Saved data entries
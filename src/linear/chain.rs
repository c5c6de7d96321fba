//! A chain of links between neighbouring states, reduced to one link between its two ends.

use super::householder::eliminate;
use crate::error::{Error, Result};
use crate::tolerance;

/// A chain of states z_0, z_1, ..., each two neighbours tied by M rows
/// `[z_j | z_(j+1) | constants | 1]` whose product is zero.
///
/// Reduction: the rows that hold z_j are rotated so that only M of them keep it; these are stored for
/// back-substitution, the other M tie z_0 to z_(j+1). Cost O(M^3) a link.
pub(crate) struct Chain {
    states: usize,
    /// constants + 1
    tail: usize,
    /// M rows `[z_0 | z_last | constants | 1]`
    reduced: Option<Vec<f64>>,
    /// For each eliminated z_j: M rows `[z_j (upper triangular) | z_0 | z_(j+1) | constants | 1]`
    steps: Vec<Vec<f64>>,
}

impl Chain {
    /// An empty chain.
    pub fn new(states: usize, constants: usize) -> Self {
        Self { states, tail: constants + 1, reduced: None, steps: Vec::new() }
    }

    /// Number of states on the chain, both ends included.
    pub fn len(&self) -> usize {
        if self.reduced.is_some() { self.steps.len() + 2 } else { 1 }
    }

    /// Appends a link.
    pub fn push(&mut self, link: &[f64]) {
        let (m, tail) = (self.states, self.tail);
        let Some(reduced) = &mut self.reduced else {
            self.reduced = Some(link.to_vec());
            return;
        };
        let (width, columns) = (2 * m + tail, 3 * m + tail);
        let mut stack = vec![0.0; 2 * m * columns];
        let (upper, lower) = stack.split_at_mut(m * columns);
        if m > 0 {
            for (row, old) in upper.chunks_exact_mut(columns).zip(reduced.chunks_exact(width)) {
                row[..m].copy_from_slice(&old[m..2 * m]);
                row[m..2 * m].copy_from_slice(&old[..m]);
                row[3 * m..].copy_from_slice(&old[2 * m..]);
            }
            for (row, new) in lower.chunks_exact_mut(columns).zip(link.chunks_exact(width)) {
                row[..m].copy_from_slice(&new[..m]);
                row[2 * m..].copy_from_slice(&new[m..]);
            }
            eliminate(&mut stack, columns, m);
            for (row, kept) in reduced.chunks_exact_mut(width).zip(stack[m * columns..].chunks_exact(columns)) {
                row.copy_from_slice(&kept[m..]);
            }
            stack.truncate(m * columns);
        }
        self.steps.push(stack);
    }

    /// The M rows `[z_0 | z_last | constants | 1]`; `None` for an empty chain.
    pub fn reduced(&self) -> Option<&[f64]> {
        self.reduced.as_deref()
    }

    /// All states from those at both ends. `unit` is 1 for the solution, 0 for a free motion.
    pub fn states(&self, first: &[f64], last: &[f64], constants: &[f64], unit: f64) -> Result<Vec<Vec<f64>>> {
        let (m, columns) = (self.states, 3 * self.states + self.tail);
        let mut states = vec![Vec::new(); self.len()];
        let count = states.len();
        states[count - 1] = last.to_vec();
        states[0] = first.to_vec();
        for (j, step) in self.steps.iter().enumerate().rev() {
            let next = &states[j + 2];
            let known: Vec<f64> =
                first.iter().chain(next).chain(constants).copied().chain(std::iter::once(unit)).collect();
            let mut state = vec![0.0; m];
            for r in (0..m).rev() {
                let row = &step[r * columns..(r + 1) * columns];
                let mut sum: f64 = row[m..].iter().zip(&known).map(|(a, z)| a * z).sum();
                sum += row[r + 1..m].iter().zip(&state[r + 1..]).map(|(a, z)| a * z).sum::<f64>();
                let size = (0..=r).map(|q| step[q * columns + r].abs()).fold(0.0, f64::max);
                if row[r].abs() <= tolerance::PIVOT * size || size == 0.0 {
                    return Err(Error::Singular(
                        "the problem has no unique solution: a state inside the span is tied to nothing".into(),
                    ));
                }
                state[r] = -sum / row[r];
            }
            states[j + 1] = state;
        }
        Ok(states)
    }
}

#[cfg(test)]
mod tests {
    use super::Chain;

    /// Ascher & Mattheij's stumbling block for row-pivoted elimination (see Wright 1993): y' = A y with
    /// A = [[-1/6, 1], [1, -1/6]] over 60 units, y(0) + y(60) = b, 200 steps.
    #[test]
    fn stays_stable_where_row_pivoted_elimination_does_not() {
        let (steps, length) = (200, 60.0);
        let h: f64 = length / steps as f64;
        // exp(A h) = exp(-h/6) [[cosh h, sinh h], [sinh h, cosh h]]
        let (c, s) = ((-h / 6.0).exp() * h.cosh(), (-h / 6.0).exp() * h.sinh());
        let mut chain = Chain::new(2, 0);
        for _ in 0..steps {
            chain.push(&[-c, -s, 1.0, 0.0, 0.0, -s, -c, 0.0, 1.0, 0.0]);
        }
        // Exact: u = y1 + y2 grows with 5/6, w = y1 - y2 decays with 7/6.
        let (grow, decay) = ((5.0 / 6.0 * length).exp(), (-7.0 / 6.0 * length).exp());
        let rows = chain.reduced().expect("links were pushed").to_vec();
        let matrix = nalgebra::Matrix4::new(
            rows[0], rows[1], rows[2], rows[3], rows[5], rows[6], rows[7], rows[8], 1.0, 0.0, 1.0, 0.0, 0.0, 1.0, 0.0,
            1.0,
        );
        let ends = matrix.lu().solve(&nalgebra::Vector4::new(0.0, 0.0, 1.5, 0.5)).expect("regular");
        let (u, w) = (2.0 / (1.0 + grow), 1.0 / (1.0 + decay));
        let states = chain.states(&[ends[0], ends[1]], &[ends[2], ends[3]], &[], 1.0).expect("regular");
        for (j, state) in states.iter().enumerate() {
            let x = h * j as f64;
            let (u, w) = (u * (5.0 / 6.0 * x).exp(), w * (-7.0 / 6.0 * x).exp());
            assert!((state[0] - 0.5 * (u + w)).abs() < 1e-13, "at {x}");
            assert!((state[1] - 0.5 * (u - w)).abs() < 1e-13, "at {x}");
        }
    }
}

## Your objective
A full, exact copy of the entries is the required answer.

## Written answer
filename src/linear/chain.rs
repository c5c6de7d96321fba
//! A chain of links between neighbouring states, reduced to one link between its two ends.

use super::householder::eliminate;
use crate::error::{Error, Result};
use crate::tolerance;

/// A chain of states z_0, z_1, ..., each two neighbours tied by M rows
/// `[z_j | z_(j+1) | constants | 1]` whose product is zero.
///
/// Reduction: the rows that hold z_j are rotated so that only M of them keep it; these are stored for
/// back-substitution, the other M tie z_0 to z_(j+1). Cost O(M^3) a link.
pub(crate) struct Chain {
    states: usize,
    /// constants + 1
    tail: usize,
    /// M rows `[z_0 | z_last | constants | 1]`
    reduced: Option<Vec<f64>>,
    /// For each eliminated z_j: M rows `[z_j (upper triangular) | z_0 | z_(j+1) | constants | 1]`
    steps: Vec<Vec<f64>>,
}

impl Chain {
    /// An empty chain.
    pub fn new(states: usize, constants: usize) -> Self {
        Self { states, tail: constants + 1, reduced: None, steps: Vec::new() }
    }

    /// Number of states on the chain, both ends included.
    pub fn len(&self) -> usize {
        if self.reduced.is_some() { self.steps.len() + 2 } else { 1 }
    }

    /// Appends a link.
    pub fn push(&mut self, link: &[f64]) {
        let (m, tail) = (self.states, self.tail);
        let Some(reduced) = &mut self.reduced else {
            self.reduced = Some(link.to_vec());
            return;
        };
        let (width, columns) = (2 * m + tail, 3 * m + tail);
        let mut stack = vec![0.0; 2 * m * columns];
        let (upper, lower) = stack.split_at_mut(m * columns);
        if m > 0 {
            for (row, old) in upper.chunks_exact_mut(columns).zip(reduced.chunks_exact(width)) {
                row[..m].copy_from_slice(&old[m..2 * m]);
                row[m..2 * m].copy_from_slice(&old[..m]);
                row[3 * m..].copy_from_slice(&old[2 * m..]);
            }
            for (row, new) in lower.chunks_exact_mut(columns).zip(link.chunks_exact(width)) {
                row[..m].copy_from_slice(&new[..m]);
                row[2 * m..].copy_from_slice(&new[m..]);
            }
            eliminate(&mut stack, columns, m);
            for (row, kept) in reduced.chunks_exact_mut(width).zip(stack[m * columns..].chunks_exact(columns)) {
                row.copy_from_slice(&kept[m..]);
            }
            stack.truncate(m * columns);
        }
        self.steps.push(stack);
    }

    /// The M rows `[z_0 | z_last | constants | 1]`; `None` for an empty chain.
    pub fn reduced(&self) -> Option<&[f64]> {
        self.reduced.as_deref()
    }

    /// All states from those at both ends. `unit` is 1 for the solution, 0 for a free motion.
    pub fn states(&self, first: &[f64], last: &[f64], constants: &[f64], unit: f64) -> Result<Vec<Vec<f64>>> {
        let (m, columns) = (self.states, 3 * self.states + self.tail);
        let mut states = vec![Vec::new(); self.len()];
        let count = states.len();
        states[count - 1] = last.to_vec();
        states[0] = first.to_vec();
        for (j, step) in self.steps.iter().enumerate().rev() {
            let next = &states[j + 2];
            let known: Vec<f64> =
                first.iter().chain(next).chain(constants).copied().chain(std::iter::once(unit)).collect();
            let mut state = vec![0.0; m];
            for r in (0..m).rev() {
                let row = &step[r * columns..(r + 1) * columns];
                let mut sum: f64 = row[m..].iter().zip(&known).map(|(a, z)| a * z).sum();
                sum += row[r + 1..m].iter().zip(&state[r + 1..]).map(|(a, z)| a * z).sum::<f64>();
                let size = (0..=r).map(|q| step[q * columns + r].abs()).fold(0.0, f64::max);
                if row[r].abs() <= tolerance::PIVOT * size || size == 0.0 {
                    return Err(Error::Singular(
                        "the problem has no unique solution: a state inside the span is tied to nothing".into(),
                    ));
                }
                state[r] = -sum / row[r];
            }
            states[j + 1] = state;
        }
        Ok(states)
    }
}

#[cfg(test)]
mod tests {
    use super::Chain;

    /// Ascher & Mattheij's stumbling block for row-pivoted elimination (see Wright 1993): y' = A y with
    /// A = [[-1/6, 1], [1, -1/6]] over 60 units, y(0) + y(60) = b, 200 steps.
    #[test]
    fn stays_stable_where_row_pivoted_elimination_does_not() {
        let (steps, length) = (200, 60.0);
        let h: f64 = length / steps as f64;
        // exp(A h) = exp(-h/6) [[cosh h, sinh h], [sinh h, cosh h]]
        let (c, s) = ((-h / 6.0).exp() * h.cosh(), (-h / 6.0).exp() * h.sinh());
        let mut chain = Chain::new(2, 0);
        for _ in 0..steps {
            chain.push(&[-c, -s, 1.0, 0.0, 0.0, -s, -c, 0.0, 1.0, 0.0]);
        }
        // Exact: u = y1 + y2 grows with 5/6, w = y1 - y2 decays with 7/6.
        let (grow, decay) = ((5.0 / 6.0 * length).exp(), (-7.0 / 6.0 * length).exp());
        let rows = chain.reduced().expect("links were pushed").to_vec();
        let matrix = nalgebra::Matrix4::new(
            rows[0], rows[1], rows[2], rows[3], rows[5], rows[6], rows[7], rows[8], 1.0, 0.0, 1.0, 0.0, 0.0, 1.0, 0.0,
            1.0,
        );
        let ends = matrix.lu().solve(&nalgebra::Vector4::new(0.0, 0.0, 1.5, 0.5)).expect("regular");
        let (u, w) = (2.0 / (1.0 + grow), 1.0 / (1.0 + decay));
        let states = chain.states(&[ends[0], ends[1]], &[ends[2], ends[3]], &[], 1.0).expect("regular");
        for (j, state) in states.iter().enumerate() {
            let x = h * j as f64;
            let (u, w) = (u * (5.0 / 6.0 * x).exp(), w * (-7.0 / 6.0 * x).exp());
            assert!((state[0] - 0.5 * (u + w)).abs() < 1e-13, "at {x}");
            assert!((state[1] - 0.5 * (u - w)).abs() < 1e-13, "at {x}");
        }
    }
}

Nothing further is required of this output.